▸ **Exercise brief**
Taking the line with "or error_std**2 diag(f**2)" as the first and the line with "def size(self) ->" as the last, set down exactly every line in that range from the entries below, and no more.

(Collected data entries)
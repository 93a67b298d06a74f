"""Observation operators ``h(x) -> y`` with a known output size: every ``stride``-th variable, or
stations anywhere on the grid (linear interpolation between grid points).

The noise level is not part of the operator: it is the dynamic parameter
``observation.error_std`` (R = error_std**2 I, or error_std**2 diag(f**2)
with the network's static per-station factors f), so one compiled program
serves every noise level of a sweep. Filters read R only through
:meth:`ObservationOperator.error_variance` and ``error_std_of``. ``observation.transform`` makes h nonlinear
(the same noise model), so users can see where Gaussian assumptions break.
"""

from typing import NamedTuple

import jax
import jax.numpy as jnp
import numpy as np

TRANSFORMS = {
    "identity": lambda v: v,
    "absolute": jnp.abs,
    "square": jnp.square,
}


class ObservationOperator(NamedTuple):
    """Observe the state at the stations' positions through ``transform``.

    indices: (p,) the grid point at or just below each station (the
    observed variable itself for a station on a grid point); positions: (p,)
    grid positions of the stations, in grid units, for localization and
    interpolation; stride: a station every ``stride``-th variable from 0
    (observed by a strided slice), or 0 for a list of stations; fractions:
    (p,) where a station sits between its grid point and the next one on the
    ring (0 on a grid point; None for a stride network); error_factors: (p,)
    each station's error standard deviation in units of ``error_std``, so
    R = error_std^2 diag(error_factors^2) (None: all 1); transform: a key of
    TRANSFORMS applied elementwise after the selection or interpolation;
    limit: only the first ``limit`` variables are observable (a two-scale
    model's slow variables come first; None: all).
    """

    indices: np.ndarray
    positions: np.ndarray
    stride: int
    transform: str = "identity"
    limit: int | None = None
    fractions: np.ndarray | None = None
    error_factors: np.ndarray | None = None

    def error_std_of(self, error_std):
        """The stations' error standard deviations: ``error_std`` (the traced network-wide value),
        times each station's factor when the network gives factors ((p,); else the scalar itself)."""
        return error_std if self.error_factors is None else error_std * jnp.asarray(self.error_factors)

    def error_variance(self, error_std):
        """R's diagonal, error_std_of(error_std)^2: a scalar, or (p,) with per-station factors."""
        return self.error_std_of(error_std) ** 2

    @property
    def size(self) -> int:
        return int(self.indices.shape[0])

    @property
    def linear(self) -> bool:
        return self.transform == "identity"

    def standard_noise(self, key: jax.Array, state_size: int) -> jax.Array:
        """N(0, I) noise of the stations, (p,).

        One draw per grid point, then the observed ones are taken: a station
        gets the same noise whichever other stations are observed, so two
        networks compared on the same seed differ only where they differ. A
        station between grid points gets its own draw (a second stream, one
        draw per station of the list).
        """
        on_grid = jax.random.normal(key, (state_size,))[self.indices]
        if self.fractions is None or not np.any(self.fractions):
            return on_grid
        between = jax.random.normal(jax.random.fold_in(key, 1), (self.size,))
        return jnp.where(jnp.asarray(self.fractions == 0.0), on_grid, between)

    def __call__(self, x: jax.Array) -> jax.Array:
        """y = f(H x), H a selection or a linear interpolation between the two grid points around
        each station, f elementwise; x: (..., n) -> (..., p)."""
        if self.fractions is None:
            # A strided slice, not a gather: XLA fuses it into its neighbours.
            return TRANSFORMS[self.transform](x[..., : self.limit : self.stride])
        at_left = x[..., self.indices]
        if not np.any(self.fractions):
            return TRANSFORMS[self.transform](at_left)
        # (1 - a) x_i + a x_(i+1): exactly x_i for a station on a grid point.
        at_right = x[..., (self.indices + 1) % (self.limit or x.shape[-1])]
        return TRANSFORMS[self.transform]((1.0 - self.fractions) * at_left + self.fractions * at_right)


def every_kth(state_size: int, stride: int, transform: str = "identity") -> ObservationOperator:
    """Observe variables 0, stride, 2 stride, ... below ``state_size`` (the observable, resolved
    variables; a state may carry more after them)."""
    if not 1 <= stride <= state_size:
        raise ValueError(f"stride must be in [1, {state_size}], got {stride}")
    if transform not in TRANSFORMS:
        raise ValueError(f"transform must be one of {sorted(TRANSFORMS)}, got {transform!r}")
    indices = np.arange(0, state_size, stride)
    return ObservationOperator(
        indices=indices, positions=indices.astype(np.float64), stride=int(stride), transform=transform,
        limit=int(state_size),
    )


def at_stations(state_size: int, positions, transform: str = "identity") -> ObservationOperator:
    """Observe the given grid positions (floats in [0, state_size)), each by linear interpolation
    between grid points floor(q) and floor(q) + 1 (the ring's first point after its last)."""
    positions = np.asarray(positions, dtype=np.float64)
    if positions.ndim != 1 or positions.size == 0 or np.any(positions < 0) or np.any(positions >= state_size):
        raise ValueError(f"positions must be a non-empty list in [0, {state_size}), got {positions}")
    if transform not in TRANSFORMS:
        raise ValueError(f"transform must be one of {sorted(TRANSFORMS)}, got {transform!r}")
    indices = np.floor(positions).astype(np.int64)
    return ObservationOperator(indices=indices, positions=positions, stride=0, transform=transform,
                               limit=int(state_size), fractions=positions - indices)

▸ **Output for this exercise**
``observation.error_std`` (R = error_std**2 I, or error_std**2 diag(f**2)
with the network's static per-station factors f), so one compiled program
serves every noise level of a sweep. Filters read R only through
:meth:`ObservationOperator.error_variance` and ``error_std_of``. ``observation.transform`` makes h nonlinear
(the same noise model), so users can see where Gaussian assumptions break.
"""

from typing import NamedTuple

import jax
import jax.numpy as jnp
import numpy as np

TRANSFORMS = {
    "identity": lambda v: v,
    "absolute": jnp.abs,
    "square": jnp.square,
}


class ObservationOperator(NamedTuple):
    """Observe the state at the stations' positions through ``transform``.

    indices: (p,) the grid point at or just below each station (the
    observed variable itself for a station on a grid point); positions: (p,)
    grid positions of the stations, in grid units, for localization and
    interpolation; stride: a station every ``stride``-th variable from 0
    (observed by a strided slice), or 0 for a list of stations; fractions:
    (p,) where a station sits between its grid point and the next one on the
    ring (0 on a grid point; None for a stride network); error_factors: (p,)
    each station's error standard deviation in units of ``error_std``, so
    R = error_std^2 diag(error_factors^2) (None: all 1); transform: a key of
    TRANSFORMS applied elementwise after the selection or interpolation;
    limit: only the first ``limit`` variables are observable (a two-scale
    model's slow variables come first; None: all).
    """

    indices: np.ndarray
    positions: np.ndarray
    stride: int
    transform: str = "identity"
    limit: int | None = None
    fractions: np.ndarray | None = None
    error_factors: np.ndarray | None = None

    def error_std_of(self, error_std):
        """The stations' error standard deviations: ``error_std`` (the traced network-wide value),
        times each station's factor when the network gives factors ((p,); else the scalar itself)."""
        return error_std if self.error_factors is None else error_std * jnp.asarray(self.error_factors)

    def error_variance(self, error_std):
        """R's diagonal, error_std_of(error_std)^2: a scalar, or (p,) with per-station factors."""
        return self.error_std_of(error_std) ** 2

    @property
    def size(self) -> int:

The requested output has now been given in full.